The construction started around April and may be an attempt to curb North Koreans trying to defect to the South, according to Seoul’s military.

Animosities may worsen as Kim continues to accelerate his nuclear weapons and missiles development and align with Russian President Vladimir Putin in the face of their separate, escalating confrontations with Washington.

On Thursday, South Korea’s government condemned an agreement by Kim and Putin at their summit this week in which the two nations vowed to aid each other if attacked. In turn, Seoul said it will consider sending arms to Ukraine to help it fight Russia’s invasion.

Could it happen again? Possibly, especially if the North Korean construction continues along the demarcation line.

But both sides appear intent on containing their animosities to the psychological warfare they’re engaging in.

Still, there are worries that the hostilities are pushing them closer to a direct military clash. The Koreas have had no meaningful talks for years and could find it difficult to set up dialogue as tensions rise over the North’s development of nuclear-capable weapons.

Some analysts say the Koreas’ poorly marked western sea boundary – site of skirmishes and attacks in past years – is more likely to be a crisis point than the land border.
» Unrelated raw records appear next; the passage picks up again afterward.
def test_assignment_file_trains_like_the_method_that_made_it(graph_file, metis_file, tmp_path):
    # source of truth: the --method metis run; the file holds METIS's own partition
    common = ["--epochs", "3", "--dtype", "float64", "--hidden", "8", "--quiet"]
    # the crashing form: --workers K with the file (the file alone is below)
    assert main(["train", str(graph_file), "--workers", str(K), "--assignment",
                 str(metis_file), *common, "--json", str(tmp_path / "file.json")]) == 0
    assert main(["train", str(graph_file), "--workers", str(K), "--method", "metis", *common,
                 "--json", str(tmp_path / "metis.json")]) == 0
    a, b = (json.loads((tmp_path / f"{n}.json").read_text()) for n in ("file", "metis"))
    assert len(a["workers"]) == K
    assert [e["loss"] for e in a["epochs"]] == [e["loss"] for e in b["epochs"]]
    assert a["traffic"]["measured_payload_bytes"] == b["traffic"]["measured_payload_bytes"]


def test_assignment_forms_agree_across_commands(capsys, graph_file, metis_file, tmp_path):
    assert main(["train", str(graph_file), "--assignment", str(metis_file), *QUICK]) == 0
    # --workers K with the file is fine when it agrees, one line naming both otherwise
    assert main(["train", str(graph_file), "--assignment", str(metis_file), "--workers",
                 str(K + 1), *QUICK]) == 2
    line = _one_line_error(capsys)
    assert f"--workers {K + 1}" in line and "parts.npy" in line and f"{K} workers" in line
    for extra in (["--method", "metis"], ["--reference"]):
        assert main(["train", str(graph_file), "--assignment", str(metis_file), *extra,
                     *QUICK]) == 2
        line = _one_line_error(capsys)
        assert "--assignment" in line and "not allowed with" in line, line
    assert main(["survey", str(graph_file), "--assignment", str(metis_file), "--workers",
                 str(K)]) == 0
    capsys.readouterr()
    assert main(["survey", str(graph_file), "--assignment", str(metis_file), "--workers",
                 str(K + 1)]) == 2
    assert f"--workers {K + 1}" in _one_line_error(capsys)
    for workers in ([], ["--workers", str(K)]):
        out = tmp_path / f"split{len(workers)}"
        assert main(["split", str(graph_file), "--assignment", str(metis_file), *workers,
                     "--out", str(out)]) == 0
        assert json.loads((out / "shards.json").read_text())["workers"] == K
    capsys.readouterr()
    assert main(["split", str(graph_file), "--assignment", str(metis_file), "--workers",
                 str(K + 1), "--out", str(tmp_path / "bad")]) == 2
    assert f"--workers {K + 1}" in _one_line_error(capsys)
Kim, during a fiery speech in January, reiterated that his country does not recognize the Northern Limit Line in the Yellow Sea, which was drawn up by the U.S.-led U.N. Command at the end of the war. North Korea insists on a boundary that encroaches deeply into South Korea-controlled waters.

While the huge military presence on both sides of the DMZ means that years sometimes pass without incident, violence can quickly erupt. Two American Army officers were axed to death in 1976 by North Korean soldiers, for instance.